In conclusion, this study introduces a computational model of cartilage that integrates qMRIN parameter maps as spatially resolved measures of the structural and compositional properties of the tissue to describe its biomechanical properties. On the basis of this model, advanced qMRI techniques may be complemented to comprehensively evaluate the functional dimension of non-invasively obtained imaging biomarkers. Thereby, cartilage degeneration (as the hallmark change of OA) may be appreciated in the context of abnormal mechanics and used as a potential target in diagnosing early (and potentially reversible) OA.

Materials and Methods

Study design

This study was designed as a prospective, comparative, intra-individual ex-vivo study that aimed to integrate the functional biomechanical properties of cartilage tissue and their qMRI correlates as input variables into the framework of a computational model of the tissue. Prior to this study, local Institutional Review Board approval from the Ethical Committee of RWTH Aachen University, Germany (AZ-EK157/13) was obtained. Only after individual oral and written informed patient consent was the material that had been collected intraoperatively included in the present study. Moreover, all consecutive experiments were performed in accordance with relevant guidelines and regulations.

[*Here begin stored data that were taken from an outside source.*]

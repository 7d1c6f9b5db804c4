// Reading a notebook's state for the exports and the report page: its conjectures as they stand
// now, what the ledger holds for them (src/records/status.ts), and each saved counterexample,
// re-checked here by replaying it (a file is never believed as it stands).

import { basename } from 'node:path';
import { existsSync } from 'node:fs';
import { relative } from 'node:path';
import { InputError } from '../../base/errors.js';
import { loadConjectures } from '../../language/conjecture/load-conjectures.js';
import { counterexamplePath, readCounterexampleFile } from '../../records/counterexample-file.js';
import { conjectureHash } from '../../language/conjecture/conjecture-hash.js';
import { readLedger } from '../../records/ledger.js';
import type { Project } from '../../records/open-project.js';
import { pluginHashes } from '../../records/plugins.js';
import { replayCounterexample, type ReplayResult } from '../../records/replay.js';
import { computeStatus } from '../../records/status.js';
import { TOOL_VERSION } from '../../version.js';
import { counterexampleModel, type CounterexampleModel } from './counterexample-model.js';
import { notebookEntry, type NotebookModel } from './notebook-model.js';

/** Read and replay one counterexample file; a file that cannot be replayed is still shown, saying so. */
export function loadCounterexample(path: string, project: Project | null): CounterexampleModel {
  const f = readCounterexampleFile(path);
  let replay: ReplayResult | null = null;
  let error: string | null = null;
  try {
    replay = replayCounterexample(path, project);
  } catch (e) {
    if (!(e instanceof InputError)) throw e;
    error = e.message;
  }
  return counterexampleModel(f, replay, error);
}

export interface NotebookOptions {
  /** Only this conjecture. */
  id?: string;
  ledger?: string;
  title?: string;
}

export function loadNotebook(
  project: Project,
  paths: readonly string[],
  opts: NotebookOptions = {},
): { model: NotebookModel; warnings: string[] } {
  let specs = loadConjectures(paths.length ? [...paths] : project.config.conjectures);
  if (opts.id !== undefined) {
    specs = specs.filter((s) => s.id === opts.id);
    if (specs.length === 0)
      throw new InputError(`no conjecture with id ${opts.id} in ${paths.join(', ') || project.config.conjectures.join(', ')}`);
  }
  const hashes = pluginHashes();
  const infos = specs.map((s) => ({ id: s.id, file: s.file, expect: s.expect, hash: conjectureHash(s, { pluginHashes: hashes }) }));
  const ledger = readLedger(opts.ledger ?? project.config.ledger);
  const status = computeStatus(infos, ledger.records);
  const entries = status.conjectures.map((s, k) => {
    const path = counterexamplePath(project.root, s.id);
    const cx = existsSync(path) ? { model: loadCounterexample(path, project), file: relative(project.root, path) } : null;
    return notebookEntry(s, specs[k].statement, ledger.records, cx);
  });
  const model: NotebookModel = {
    title: opts.title ?? `Notebook ${basename(project.root)}`,
    generatedAt: new Date()
      .toISOString()
      .replace(/\.\d+Z$/, 'Z')
      .replace('T', ' ')
      .replace('Z', ' UTC'),
    tool: TOOL_VERSION,
    entries,
  };
  return { model, warnings: ledger.warnings };
}
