// What an export says about a counterexample file: the statement, the case, its values, how it was
// found, and whether this hunch re-checked it. The file is never believed as it stands: the
// export replays it (as `hunch replay` does) and says what that found.

import { decodeValue } from '../../values/decode.js';
import { valueToText } from '../../values/operations.js';
import type { Value } from '../../values/value.js';
import type { CounterexampleFile } from '../../records/counterexample-file.js';
import type { ReplayResult } from '../../records/replay.js';
import { drawValue } from '../pictures/index.js';
import { sceneOf, type Scene } from '../scenes/index.js';

export interface ShownValue {
  name: string;
  /** The value as an expression of the language. */
  text: string;
  scene: Scene | null;
  /** The terminal picture (Unicode), for Markdown. */
  picture: string | null;
}

export interface CounterexampleModel {
  id: string;
  statement: string;
  claim: string;
  expect: string;
  /** "exhaustive, n = 3 (1 failing case at this size)" */
  found: string;
  bindings: ShownValue[];
  values: ShownValue[];
  sides: [string, string] | null;
  witnesses: Array<{ at: string; value: string; bindings: string }>;
  replay: string;
  /** What re-checking the file here found, in words. */
  recheck: { ok: boolean; text: string };
  tool: string;
}

function decoded(x: unknown): Value | string {
  try {
    return decodeValue(x);
  } catch {
    return JSON.stringify(x);
  }
}

function shown(name: string, x: unknown, reducedWord: boolean): ShownValue {
  const v = decoded(x);
  const text = typeof v === 'string' ? (typeof x === 'string' ? x : v) : valueToText(v);
  if (typeof v === 'string') return { name, text, scene: null, picture: null };
  return { name, text, scene: sceneOf(v, { reducedWord }), picture: drawValue(v, { unicode: true }) };
}

/** The `for` bindings whose source is a reducedWords(...) family: their values are reduced words. */
function reducedWordBindings(doc: Record<string, unknown>): Set<string> {
  const out = new Set<string>();
  const f = doc.for;
  if (f && typeof f === 'object')
    for (const [k, v] of Object.entries(f as Record<string, unknown>))
      if (typeof v === 'string' && /^\s*reducedWords\s*\(/.test(v)) out.add(k);
  return out;
}

function sizeWords(size: Record<string, number>): string {
  return Object.entries(size)
    .map(([k, v]) => `${k} = ${v}`)
    .join(', ');
}

function foundWords(f: CounterexampleFile): string {
  const at = sizeWords(f.found.size);
  if (f.found.phase === 'exhaustive') {
    const k = f.found.failuresAtSize;
    return `exhaustive check${at ? `, ${at}` : ''}${k !== null ? ` (${k} failing case${k === 1 ? '' : 's'} at this size; this is the simplest)` : ''}`;
  }
  if (f.found.phase === 'sample')
    return `random sample${at ? `, ${at}` : ''}, seed ${f.found.seed ?? '?'}, shrunk in ${f.found.shrinkSteps} step${f.found.shrinkSteps === 1 ? '' : 's'}`;
  return `${f.found.phase}${at ? `, ${at}` : ''}`;
}

function recheckWords(r: ReplayResult | null, error: string | null): { ok: boolean; text: string } {
  if (error !== null) return { ok: false, text: `not re-checked: ${error}` };
  if (r === null) return { ok: false, text: 'not re-checked' };
  switch (r.verdict) {
    case 'refutes':
      return { ok: true, text: 're-checked by this export: the case still refutes the conjecture as written in the file' };
    case 'holds':
      return { ok: false, text: 're-checked by this export: the claim HOLDS for this case, so the file does not refute the conjecture' };
    case 'not-a-case':
      return {
        ok: false,
        text: `re-checked by this export: not a case of this conjecture (${r.error ?? 'it is outside its families or ranges'}), so it is not a counterexample`,
      };
    case 'needs-plugins':
      return {
        ok: false,
        text: `not re-checked: the conjecture uses plugin functions this project does not load (${r.missingPlugins.flatMap((p) => p.functions).join(', ')})`,
      };
    case 'stopped':
      return { ok: false, text: `not re-checked: the replay was stopped (${r.error ?? 'budget'}) before the case was evaluated` };
    default:
      return { ok: false, text: `re-checked by this export: the case cannot be evaluated (${r.error ?? 'error'})` };
  }
}

export function counterexampleModel(
  f: CounterexampleFile,
  replay: ReplayResult | null,
  replayError: string | null = null,
): CounterexampleModel {
  const doc = f.document;
  const reduced = reducedWordBindings(doc);
  const witnesses = Array.isArray((f as unknown as Record<string, unknown>).witnesses)
    ? ((f as unknown as Record<string, unknown>).witnesses as Record<string, unknown>[])
    : [];
  return {
    id: f.conjecture,
    statement: f.statement,
    claim: typeof doc.claim === 'string' ? doc.claim : JSON.stringify(doc.claim),
    expect: f.expect,
    found: foundWords(f),
    bindings: Object.entries(f.bindings).map(([k, x]) => shown(k, x, reduced.has(k))),
    values: Object.entries(f.values).map(([k, x]) => shown(k, x, false)),
    sides: f.sides ? [shown('', f.sides[0], false).text, shown('', f.sides[1], false).text] : null,
    witnesses: witnesses.map((w) => ({
      at: String(w.at ?? ''),
      value: shown('', w.value, false).text,
      bindings:
        w.bindings && typeof w.bindings === 'object'
          ? Object.entries(w.bindings as Record<string, unknown>)
              .map(([k, x]) => `${k} = ${shown(k, x, false).text}`)
              .join(', ')
          : '',
    })),
    replay: f.replay,
    recheck: recheckWords(replay, replayError),
    tool: f.tool,
  };
}
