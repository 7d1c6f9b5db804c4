// The sentences every export and the report page share, so a sampled range is called evidence
// everywhere, in the same words as the terminal report.

export const EVIDENCE_NOTE =
  'Exhaustive ranges were checked case by case: for those sizes the statement is verified. Sampled ranges are random cases: evidence, not proof.';

export const SAMPLED_WORD = 'sampled (evidence, not proof)';
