// Temporary folders for tests, removed when the test file is done (and, as a fallback, when its
// process exits), so a run of the suite leaves nothing behind in the system's temporary folder.

import { mkdtempSync, rmSync } from 'node:fs';
import { tmpdir } from 'node:os';
import { join } from 'node:path';
import { afterAll } from 'vitest';

const made: string[] = [];

function removeAll(): void {
  for (const d of made.splice(0)) rmSync(d, { recursive: true, force: true });
}

// This module is imported while a test file is being collected: its folders go when that file ends.
afterAll(removeAll);
process.on('exit', removeAll);

/** A new empty folder under the system's temporary folder, removed after the test file. */
export function tempDir(prefix = 'hunch-test-'): string {
  const d = mkdtempSync(join(tmpdir(), prefix));
  made.push(d);
  return d;
}
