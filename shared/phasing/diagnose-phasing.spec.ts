import { diagnosePhasing } from './diagnose-phasing';
import { imageRejectionDb, imageRejectionSmallErrorDb } from './image-rejection';

describe('diagnosePhasing', () => {
  it('a 35.16 dB reading is 2° alone (common practice worked value) and misses 40 dB', () => {
    const d = diagnosePhasing({ measuredSuppressionDb: 35.16, requiredDb: 40 });
    expect(d.meetsRequirement).toBe(false);
    expect(d.phaseErrorAloneDeg).toBeCloseTo(2, 2);
    expect(
      imageRejectionDb({ amplitudeImbalanceDb: d.amplitudeImbalanceAloneDb, phaseErrorDeg: 0 }),
    ).toBeCloseTo(35.16, 6);
    expect(d.explanation).toMatch(/does not meet the required 40\.00 dB/);
    expect(d.explanation).toMatch(/2\.00° alone/);
  });

  it('40 dB needs about ≤ 0.1 dB and ≤ 0.8° (common practice), and the pair reaches 40 dB', () => {
    const d = diagnosePhasing({ measuredSuppressionDb: 41, requiredDb: 40 });
    expect(d.meetsRequirement).toBe(true);
    expect(d.tolerancePair.amplitudeImbalanceDb).toBeGreaterThan(0.09);
    expect(d.tolerancePair.amplitudeImbalanceDb).toBeLessThan(0.13);
    expect(d.tolerancePair.phaseErrorDeg).toBeGreaterThan(0.75);
    expect(d.tolerancePair.phaseErrorDeg).toBeLessThan(0.85);
    // independent path: the small-error form also gives ≈ 40 dB for the pair
    expect(imageRejectionSmallErrorDb(d.tolerancePair)).toBeCloseTo(40, 1);
    expect(d.tolerancePairRejectionDb).toBeCloseTo(40, 1);
    expect(d.explanation).toMatch(/Hilbert/);
  });

  it('an infinite reading is explained by no error at all', () => {
    const d = diagnosePhasing({ measuredSuppressionDb: Infinity, requiredDb: 50 });
    expect(d.phaseErrorAloneDeg).toBe(0);
    expect(d.amplitudeImbalanceAloneDb).toBe(0);
    expect(d.meetsRequirement).toBe(true);
  });

  it('throws with the function name', () => {
    expect(() => diagnosePhasing({ measuredSuppressionDb: -3, requiredDb: 40 })).toThrow(
      /^diagnosePhasing: measuredSuppressionDb/,
    );
    expect(() => diagnosePhasing({ measuredSuppressionDb: NaN, requiredDb: 40 })).toThrow(
      RangeError,
    );
    expect(() => diagnosePhasing({ measuredSuppressionDb: 30, requiredDb: 0 })).toThrow(
      /requiredDb/,
    );
    expect(() => diagnosePhasing({ measuredSuppressionDb: 30, requiredDb: Infinity })).toThrow(
      /requiredDb/,
    );
  });
});
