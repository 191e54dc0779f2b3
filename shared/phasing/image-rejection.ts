import { requireFinite, requireNonNegative } from '../units/number-guards';

/** Errors of a phasing SSB modulator: Q-path gain relative to I (dB) and quadrature error (°). */
export interface PhasingErrors {
  amplitudeImbalanceDb: number;
  phaseErrorDeg: number;
}

function gainAndPhase(fn: string, errors: PhasingErrors): { g: number; phi: number } {
  const db = requireFinite(fn, 'amplitudeImbalanceDb', errors.amplitudeImbalanceDb);
  const deg = requireFinite(fn, 'phaseErrorDeg', errors.phaseErrorDeg);
  if (Math.abs(deg) >= 180) {
    throw new RangeError(`${fn}: phaseErrorDeg must be within ±180°, got ${deg}`);
  }
  return { g: 10 ** (db / 20), phi: (deg * Math.PI) / 180 };
}

/**
 * Image (unwanted-sideband) rejection of a phasing modulator with I = cos ωt and
 * Q = g·sin(ωt + φ): wanted/image power ratio
 *   IRR = (1 + 2g·cos φ + g²) / (1 − 2g·cos φ + g²),  g = 10^(dB/20).
 * Evaluated as ((1+g)² − 4g·sin²(φ/2)) / ((1−g)² + 4g·sin²(φ/2)) to avoid cancellation when
 * the errors are small. The result is the same for g and 1/g, so the sign of the imbalance
 * does not matter.
 *
 * Source: phasing-method image-rejection relation (published); worked values (common practice):
 * 1° alone 41.18 dB, 2° 35.16 dB, 0.1 dB alone 44.80 dB, 0.1 dB and 1° 39.61 dB, 0.5 dB and
 * 2° 29.46 dB. Units: dB, degrees → dB. Domain: finite imbalance, |phase| < 180°.
 * Perfect balance gives +Infinity. Bad input: RangeError starting with the function name.
 *
 * @example imageRejectionDb({ amplitudeImbalanceDb: 0, phaseErrorDeg: 1 }); // 41.18…
 */
export function imageRejectionDb(errors: PhasingErrors): number {
  const { g, phi } = gainAndPhase('imageRejectionDb', errors);
  const s2 = Math.sin(phi / 2) ** 2;
  const wanted = (1 + g) ** 2 - 4 * g * s2;
  const image = (1 - g) ** 2 + 4 * g * s2;
  return 10 * Math.log10(wanted / image);
}

/**
 * Small-error approximation of the image rejection, IRR ≈ 4/(ε² + θ²) with ε = g − 1 and θ the
 * phase error in radians: an independent check on {@link imageRejectionDb} (common practice).
 * It reads low by about 20·log10(1 + |ε|/2) ≈ 4.3·|ε| dB (0.05 dB at 0.1 dB imbalance) plus a
 * phase term below 0.01 dB up to 5°.
 * Domain and bad input as imageRejectionDb; zero errors give +Infinity.
 *
 * @example imageRejectionSmallErrorDb({ amplitudeImbalanceDb: 0, phaseErrorDeg: 1 }); // 41.18…
 */
export function imageRejectionSmallErrorDb(errors: PhasingErrors): number {
  const { g, phi } = gainAndPhase('imageRejectionSmallErrorDb', errors);
  return 10 * Math.log10(4 / ((g - 1) ** 2 + phi ** 2));
}

/**
 * The phase error that alone (g = 1) explains a suppression S: from IRR = cot²(φ/2),
 * φ = 2·atan(10^(−S/20)), in degrees. S = 0 dB gives 90°, S = +Infinity gives 0°.
 * Source: as imageRejectionDb with g = 1. Domain: S ≥ 0 (or +Infinity).
 * Bad input: RangeError starting with the function name.
 *
 * @example phaseErrorForSuppressionDeg(41.18); // ≈ 1.0
 */
export function phaseErrorForSuppressionDeg(suppressionDb: number): number {
  const fn = 'phaseErrorForSuppressionDeg';
  const s =
    suppressionDb === Infinity ? Infinity : requireNonNegative(fn, 'suppressionDb', suppressionDb);
  return (2 * Math.atan(10 ** (-s / 20)) * 180) / Math.PI;
}

/**
 * The amplitude imbalance that alone (φ = 0) explains a suppression S: from
 * IRR = ((1 + g)/(1 − g))², |imbalance| = 20·log10((r + 1)/(r − 1)) dB with r = 10^(S/20).
 * S = 0 dB gives +Infinity, S = +Infinity gives 0 dB. Returned as a magnitude (≥ 0).
 * Domain: S ≥ 0 (or +Infinity). Bad input: RangeError starting with the function name.
 *
 * @example amplitudeImbalanceForSuppressionDb(44.8); // ≈ 0.1
 */
export function amplitudeImbalanceForSuppressionDb(suppressionDb: number): number {
  const fn = 'amplitudeImbalanceForSuppressionDb';
  const s =
    suppressionDb === Infinity ? Infinity : requireNonNegative(fn, 'suppressionDb', suppressionDb);
  if (s === Infinity) return 0;
  const r = 10 ** (s / 20);
  return 20 * Math.log10((r + 1) / (r - 1));
}
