export { diagnosePhasing } from './diagnose-phasing';
export type { PhasingDiagnosis } from './diagnose-phasing';
export {
  amplitudeImbalanceForSuppressionDb,
  imageRejectionDb,
  imageRejectionSmallErrorDb,
  phaseErrorForSuppressionDeg,
} from './image-rejection';
export type { PhasingErrors } from './image-rejection';
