import { Report, ReportStatusChange } from '../db/models';
import { fileAnswer, route, type RouteDef } from '../http/route';
import { notFound } from '../http/problem';
import { page, readListQuery } from '../http/list-query';
import { asSystem } from '../tenancy/tenant-transaction';
import { loadRun } from '../runs/run-service';
import { issueReport, listReports, loadReport, presentReport, reportStatus, withdrawReport, type ReportDeps } from './report-service';
import { reasonSchema } from '../../shared/schemas/records';
import { transition } from '../runs/run-service';
import { runDetail } from '../runs/run-detail';
import { preparedRows } from '../db/prepared-query';

const REPORT_PDF = 'SELECT report_number AS "reportNumber", revision, pdf FROM reports WHERE id = $1';

const READERS = ['lab-admin', 'engineer', 'reviewer', 'billing', 'manufacturer-admin', 'manufacturer-viewer'] as const;

export function reportRoutes(deps: ReportDeps): RouteDef[] {
  return [
    route({
      method: 'post',
      path: '/runs/:id/issue',
      summary: 'Issue the signed report of an authorized run',
      access: { kind: 'member', roles: ['lab-admin', 'reviewer'] },
      async handler(ctx) {
        return issueReport(deps, ctx, await loadRun(ctx.params.id));
      },
    }),
    route<{ reason: string }>({
      method: 'post',
      path: '/reports/:id/withdraw',
      summary: 'Withdraw an issued report, with the reason (the record is kept)',
      access: { kind: 'member', roles: ['lab-admin', 'reviewer'] },
      bodySchema: reasonSchema,
      async handler(ctx) {
        ctx.status(200);
        return withdrawReport(ctx, ctx.params.id, ctx.body.reason);
      },
    }),
    route<{ reason: string }>({
      method: 'post',
      path: '/runs/:id/revise',
      summary: 'Reopen an issued run for correction; re-issuing supersedes the report with a new revision',
      access: { kind: 'member', roles: ['lab-admin', 'reviewer'] },
      bodySchema: reasonSchema,
      async handler(ctx) {
        ctx.status(200);
        return runDetail(ctx.transaction!, (await transition(ctx, await loadRun(ctx.params.id), 'revise', ctx.body.reason)).id);
      },
    }),
    route({
      method: 'get',
      path: '/reports',
      summary: 'Issued reports: a lab sees its own, a manufacturer those issued to it',
      access: { kind: 'member', roles: READERS },
      async handler(ctx) {
        const q = readListQuery(ctx.query, { sortable: ['issuedAt', 'reportNumber'], filterable: ['search'], defaultSort: '-issuedAt' });
        const { items, total } = await listReports(deps.sequelize, { organizationId: ctx.organizationId!, limit: q.pageSize, offset: (q.page - 1) * q.pageSize, search: q.filter.search, sort: q.sort, direction: q.direction });
        return page(items, total, q);
      },
    }),
    route({
      method: 'get',
      path: '/reports/:id',
      summary: 'One issued report (metadata and status)',
      access: { kind: 'member', roles: READERS },
      async handler(ctx) {
        const r = await loadReport(ctx.params.id);
        return presentReport(r, await ReportStatusChange.findAll({ where: { reportId: r.id } }));
      },
    }),
    route({
      method: 'get',
      path: '/reports/:id/pdf',
      summary: 'Download the signed PDF exactly as issued',
      access: { kind: 'member', roles: READERS },
      async handler(ctx) {
        // The most requested file: one prepared statement, committed with it (server/db/prepared-query.ts).
        const [r] = await preparedRows<{ reportNumber: string; revision: number; pdf: Buffer }>(ctx.transaction!, REPORT_PDF, [ctx.params.id], { thenCommit: true });
        if (!r) throw notFound('The report');
        return fileAnswer({ contentType: 'application/pdf', filename: `${r.reportNumber}-rev${r.revision}.pdf`, body: r.pdf });
      },
    }),
    route({
      method: 'get',
      path: '/reports/:id/certificate',
      summary: 'Download the signed compliance certificate issued with the report',
      access: { kind: 'member', roles: READERS },
      async handler(ctx) {
        const r = await loadReport(ctx.params.id);
        const [rows] = await deps.sequelize.query('SELECT pdf FROM report_certificates WHERE report_id = :id', { replacements: { id: r.id }, transaction: ctx.transaction ?? undefined });
        const row = (rows as { pdf: Buffer }[])[0];
        if (!row) throw notFound('The certificate');
        return fileAnswer({ contentType: 'application/pdf', filename: `${r.reportNumber}-rev${r.revision}-certificate.pdf`, body: row.pdf });
      },
    }),
    route({
      method: 'get',
      path: '/verify/:token',
      summary: 'Public: is this report authentic and current?',
      access: { kind: 'public' },
      transaction: 'none',
      async handler(ctx) {
        // Public lookup by an unguessable token; system scope because the caller has no organization.
        return asSystem(deps.sequelize, async () => {
          const token = ctx.params.token;
          if (!/^[A-Za-z0-9_-]{10,64}$/.test(token)) throw notFound('The report');
          const r = await Report.findOne({ where: { verifyToken: token }, attributes: { exclude: ['pdf'] } });
          if (!r) throw notFound('The report');
          const status = reportStatus(await ReportStatusChange.findAll({ where: { reportId: r.id } }));
          const supersededBy = status.supersededById ? await Report.findByPk(status.supersededById, { attributes: ['reportNumber', 'revision', 'verifyToken'] }) : null;
          const s = r.summary as Record<string, unknown>;
          return {
            reportNumber: r.reportNumber,
            revision: r.revision,
            lab: s.lab,
            client: s.client,
            device: s.device,
            serialNumber: s.serialNumber,
            receivedOn: s.receivedOn,
            testedFrom: s.testedFrom,
            testedTo: s.testedTo,
            issuedAt: r.issuedAt.toISOString(),
            sha256: r.sha256,
            status: status.status,
            reason: status.reason,
            supersededBy: supersededBy && { reportNumber: supersededBy.reportNumber, revision: supersededBy.revision, verifyPath: `/verify/${supersededBy.verifyToken}` },
          };
        });
      },
    }),
  ];
}
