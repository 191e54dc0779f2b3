import { requireFinite } from '../units/number-guards';
import {
  amplitudeImbalanceForSuppressionDb,
  imageRejectionDb,
  phaseErrorForSuppressionDeg,
} from './image-rejection';
import type { PhasingErrors } from './image-rejection';

export interface PhasingDiagnosis {
  meetsRequirement: boolean;
  /** Phase error that alone (perfect amplitude balance) explains the measurement, °. */
  phaseErrorAloneDeg: number;
  /** Amplitude imbalance that alone (perfect quadrature) explains the measurement, dB. */
  amplitudeImbalanceAloneDb: number;
  /** A tolerance pair that meets the requirement with the two errors sharing it equally. */
  tolerancePair: PhasingErrors;
  /** Image rejection the tolerance pair gives exactly, dB (≈ the requirement). */
  tolerancePairRejectionDb: number;
  explanation: string;
}

/**
 * Explains a measured unwanted-sideband suppression of a phasing-method transmitter in terms of
 * modulator errors, and gives the errors a design must hold to meet a requirement.
 * The bounds are the single errors that alone would explain the reading (any mix of smaller
 * errors can too). The tolerance pair gives each error half of the permitted image power: each
 * alone would give the requirement + 10·log10(2) dB; for 40 dB that is about 0.12 dB and 0.81°.
 *
 * Source: phasing-method image-rejection relation (published), small-error form
 * IRR ≈ 4/(ε² + θ²) for the equal split (common practice). Hilbert-filter ripple across the
 * audio band counts as amplitude error, its phase deviation as phase error.
 * Units: dB, degrees. Domain: measuredSuppressionDb ≥ 0 (or +Infinity); requiredDb > 0 finite.
 * Bad input: RangeError starting with the function name.
 *
 * @example diagnosePhasing({ measuredSuppressionDb: 35.16, requiredDb: 40 }).phaseErrorAloneDeg;
 * // ≈ 2.0
 */
export function diagnosePhasing(
  input: { measuredSuppressionDb: number; requiredDb: number },
): PhasingDiagnosis {
  const fn = 'diagnosePhasing';
  const measured = input.measuredSuppressionDb;
  if (!(measured === Infinity || (Number.isFinite(measured) && measured >= 0))) {
    throw new RangeError(`${fn}: measuredSuppressionDb must be ≥ 0, got ${String(measured)}`);
  }
  const required = requireFinite(fn, 'requiredDb', input.requiredDb);
  if (!(required > 0)) {
    throw new RangeError(`${fn}: requiredDb must be greater than 0, got ${required}`);
  }
  const phaseErrorAloneDeg = phaseErrorForSuppressionDeg(measured);
  const amplitudeImbalanceAloneDb = amplitudeImbalanceForSuppressionDb(measured);
  const eachAloneDb = required + 10 * Math.log10(2);
  const tolerancePair = {
    amplitudeImbalanceDb: amplitudeImbalanceForSuppressionDb(eachAloneDb),
    phaseErrorDeg: phaseErrorForSuppressionDeg(eachAloneDb),
  };
  const meetsRequirement = measured >= required;
  const verb = meetsRequirement ? 'meets' : 'does not meet';
  const explanation =
    `The measured suppression of ${measured.toFixed(2)} dB ${verb} ` +
    `the required ${required.toFixed(2)} dB. It is what a phase error of ` +
    `${phaseErrorAloneDeg.toFixed(2)}° alone (perfect amplitude balance), or an amplitude ` +
    `imbalance of ${amplitudeImbalanceAloneDb.toFixed(3)} dB alone ` +
    '(perfect 90° phasing), would give; smaller errors of both kinds together give the same. ' +
    `To reach ${required.toFixed(2)} dB, hold the I/Q amplitude match within about ` +
    `${tolerancePair.amplitudeImbalanceDb.toFixed(2)} dB and the phase within about ` +
    `${tolerancePair.phaseErrorDeg.toFixed(2)}° across the whole audio band; ` +
    'ripple of the Hilbert filter counts as amplitude error.';
  return {
    meetsRequirement,
    phaseErrorAloneDeg,
    amplitudeImbalanceAloneDb,
    tolerancePair,
    tolerancePairRejectionDb: imageRejectionDb(tolerancePair),
    explanation,
  };
}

Cartilage sample preparation

Human articular osteochondral samples were prepared as in earlier studies11,14,20. Briefly, macroscopically intact osteochondral samples were obtained from eight consecutive patients undergoing total knee replacement at our institution from 11/2017 to 03/2018 (3 male, 5 female; age 64.5 ± 12.3 years [range, 40–77 years]). By obtaining one sample from one patient sample pooling was avoided. The osteochondral samples included in this study were harvested from patients with primary osteoarthritis. Therefore, all forms of secondary OA or other bone and joint disorders were excluded. After its sterile excision during surgery, the material was collected in Dulbecco’s modified Eagle’s medium (DMEM, Gibco-BRL, Gaithersburg, MD, USA) with a set of standard antibiotics added (i.e. 100 U/ml penicillin [Gibco], 100 μg/ml gentamycin [Gibco] and 1.25 U/ml amphotericin B [Gibco]). The osteochondral samples were then prepared according to the standard procedure as follows: First, for the sake of topoanatomic consistency, samples were harvested from the lateral femoral condyles only. Second, samples were evaluated macroscopically according to the Outerbridge classification33 and only grossly intact samples were included (i.e. Outerbridge grades 0 and 1). Structural integrity was subsequently confirmed by means of histology (see below). Third, samples were cut to standard square shape (20 × 20 mm [width × length]) and the subchondral lamella was preserved, while all cancellous bone was removed. Samples had a mean thickness of 4.201 mm ±1.01 mm (Mean ± Standard Deviation). Using a rongeur, two notches were created at opposing sample sides to define the mid-sagittal plane for future reference.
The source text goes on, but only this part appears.